**Task details**
Your answer must be an exact copy of the listing below.
*** Opening Given records ***
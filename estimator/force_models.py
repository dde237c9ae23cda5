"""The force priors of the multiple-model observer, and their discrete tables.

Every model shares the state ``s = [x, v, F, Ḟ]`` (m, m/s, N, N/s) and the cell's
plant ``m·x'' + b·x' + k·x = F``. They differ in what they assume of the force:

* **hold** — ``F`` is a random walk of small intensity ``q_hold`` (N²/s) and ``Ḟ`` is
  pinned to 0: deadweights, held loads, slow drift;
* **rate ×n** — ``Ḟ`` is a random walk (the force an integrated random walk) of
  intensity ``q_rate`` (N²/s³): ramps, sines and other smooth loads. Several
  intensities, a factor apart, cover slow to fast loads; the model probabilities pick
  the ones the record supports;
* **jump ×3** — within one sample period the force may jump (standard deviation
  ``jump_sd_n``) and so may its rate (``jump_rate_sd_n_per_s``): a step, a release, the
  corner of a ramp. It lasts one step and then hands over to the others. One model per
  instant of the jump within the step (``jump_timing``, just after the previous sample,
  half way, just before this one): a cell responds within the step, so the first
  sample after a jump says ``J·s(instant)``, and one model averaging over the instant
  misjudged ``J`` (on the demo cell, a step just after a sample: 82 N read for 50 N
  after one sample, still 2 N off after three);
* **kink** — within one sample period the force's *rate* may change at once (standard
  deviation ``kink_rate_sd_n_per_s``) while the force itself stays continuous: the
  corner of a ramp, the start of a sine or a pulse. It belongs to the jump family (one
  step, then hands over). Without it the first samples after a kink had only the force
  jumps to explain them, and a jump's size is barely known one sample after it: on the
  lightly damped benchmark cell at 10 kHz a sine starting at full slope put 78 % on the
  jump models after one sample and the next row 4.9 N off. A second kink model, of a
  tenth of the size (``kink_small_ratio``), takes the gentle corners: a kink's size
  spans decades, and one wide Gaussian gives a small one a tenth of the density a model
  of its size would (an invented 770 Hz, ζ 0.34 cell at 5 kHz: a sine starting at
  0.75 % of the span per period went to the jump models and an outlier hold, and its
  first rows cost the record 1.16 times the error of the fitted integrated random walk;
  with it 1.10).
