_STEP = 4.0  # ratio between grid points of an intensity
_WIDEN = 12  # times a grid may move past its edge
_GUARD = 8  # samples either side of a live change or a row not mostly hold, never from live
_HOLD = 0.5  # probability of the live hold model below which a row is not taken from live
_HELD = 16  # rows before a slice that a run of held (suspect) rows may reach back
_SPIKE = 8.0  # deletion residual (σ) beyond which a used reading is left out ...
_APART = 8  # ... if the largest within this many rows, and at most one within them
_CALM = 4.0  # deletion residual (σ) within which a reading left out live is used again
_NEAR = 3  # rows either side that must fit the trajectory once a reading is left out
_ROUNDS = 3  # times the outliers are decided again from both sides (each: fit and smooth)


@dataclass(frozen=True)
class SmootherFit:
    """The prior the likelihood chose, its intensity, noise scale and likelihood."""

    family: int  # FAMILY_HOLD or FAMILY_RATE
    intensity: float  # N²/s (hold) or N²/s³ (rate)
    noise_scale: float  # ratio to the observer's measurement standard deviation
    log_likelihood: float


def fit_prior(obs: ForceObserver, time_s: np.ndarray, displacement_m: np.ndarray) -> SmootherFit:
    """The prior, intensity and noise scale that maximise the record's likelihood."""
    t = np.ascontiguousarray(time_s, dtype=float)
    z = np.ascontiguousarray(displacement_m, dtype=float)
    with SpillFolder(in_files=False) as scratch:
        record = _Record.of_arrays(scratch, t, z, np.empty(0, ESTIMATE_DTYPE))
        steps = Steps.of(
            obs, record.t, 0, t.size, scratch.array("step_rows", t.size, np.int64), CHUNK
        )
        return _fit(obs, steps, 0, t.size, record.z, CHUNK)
*** Closing Given records ***
**Your solution**
filename estimator/force_models.py
repository dde237c9ae23cda5
"""The force priors of the multiple-model observer, and their discrete tables.

Every model shares the state ``s = [x, v, F, Ḟ]`` (m, m/s, N, N/s) and the cell's
plant ``m·x'' + b·x' + k·x = F``. They differ in what they assume of the force:

* **hold** — ``F`` is a random walk of small intensity ``q_hold`` (N²/s) and ``Ḟ`` is
  pinned to 0: deadweights, held loads, slow drift;
* **rate ×n** — ``Ḟ`` is a random walk (the force an integrated random walk) of
  intensity ``q_rate`` (N²/s³): ramps, sines and other smooth loads. Several
  intensities, a factor apart, cover slow to fast loads; the model probabilities pick
  the ones the record supports;
* **jump ×3** — within one sample period the force may jump (standard deviation
  ``jump_sd_n``) and so may its rate (``jump_rate_sd_n_per_s``): a step, a release, the
  corner of a ramp. It lasts one step and then hands over to the others. One model per
  instant of the jump within the step (``jump_timing``, just after the previous sample,
  half way, just before this one): a cell responds within the step, so the first
  sample after a jump says ``J·s(instant)``, and one model averaging over the instant
  misjudged ``J`` (on the demo cell, a step just after a sample: 82 N read for 50 N
  after one sample, still 2 N off after three);
* **kink** — within one sample period the force's *rate* may change at once (standard
  deviation ``kink_rate_sd_n_per_s``) while the force itself stays continuous: the
  corner of a ramp, the start of a sine or a pulse. It belongs to the jump family (one
  step, then hands over). Without it the first samples after a kink had only the force
  jumps to explain them, and a jump's size is barely known one sample after it: on the
  lightly damped benchmark cell at 10 kHz a sine starting at full slope put 78 % on the
  jump models after one sample and the next row 4.9 N off. A second kink model, of a
  tenth of the size (``kink_small_ratio``), takes the gentle corners: a kink's size
  spans decades, and one wide Gaussian gives a small one a tenth of the density a model
  of its size would (an invented 770 Hz, ζ 0.34 cell at 5 kHz: a sine starting at
  0.75 % of the span per period went to the jump models and an outlier hold, and its
  first rows cost the record 1.16 times the error of the fitted integrated random walk;
  with it 1.10).
_STEP = 4.0  # ratio between grid points of an intensity
_WIDEN = 12  # times a grid may move past its edge
_GUARD = 8  # samples either side of a live change or a row not mostly hold, never from live
_HOLD = 0.5  # probability of the live hold model below which a row is not taken from live
_HELD = 16  # rows before a slice that a run of held (suspect) rows may reach back
_SPIKE = 8.0  # deletion residual (σ) beyond which a used reading is left out ...
_APART = 8  # ... if the largest within this many rows, and at most one within them
_CALM = 4.0  # deletion residual (σ) within which a reading left out live is used again
_NEAR = 3  # rows either side that must fit the trajectory once a reading is left out
_ROUNDS = 3  # times the outliers are decided again from both sides (each: fit and smooth)


@dataclass(frozen=True)
class SmootherFit:
    """The prior the likelihood chose, its intensity, noise scale and likelihood."""

    family: int  # FAMILY_HOLD or FAMILY_RATE
    intensity: float  # N²/s (hold) or N²/s³ (rate)
    noise_scale: float  # ratio to the observer's measurement standard deviation
    log_likelihood: float


def fit_prior(obs: ForceObserver, time_s: np.ndarray, displacement_m: np.ndarray) -> SmootherFit:
    """The prior, intensity and noise scale that maximise the record's likelihood."""
    t = np.ascontiguousarray(time_s, dtype=float)
    z = np.ascontiguousarray(displacement_m, dtype=float)
    with SpillFolder(in_files=False) as scratch:
        record = _Record.of_arrays(scratch, t, z, np.empty(0, ESTIMATE_DTYPE))
        steps = Steps.of(
            obs, record.t, 0, t.size, scratch.array("step_rows", t.size, np.int64), CHUNK
        )
        return _fit(obs, steps, 0, t.size, record.z, CHUNK)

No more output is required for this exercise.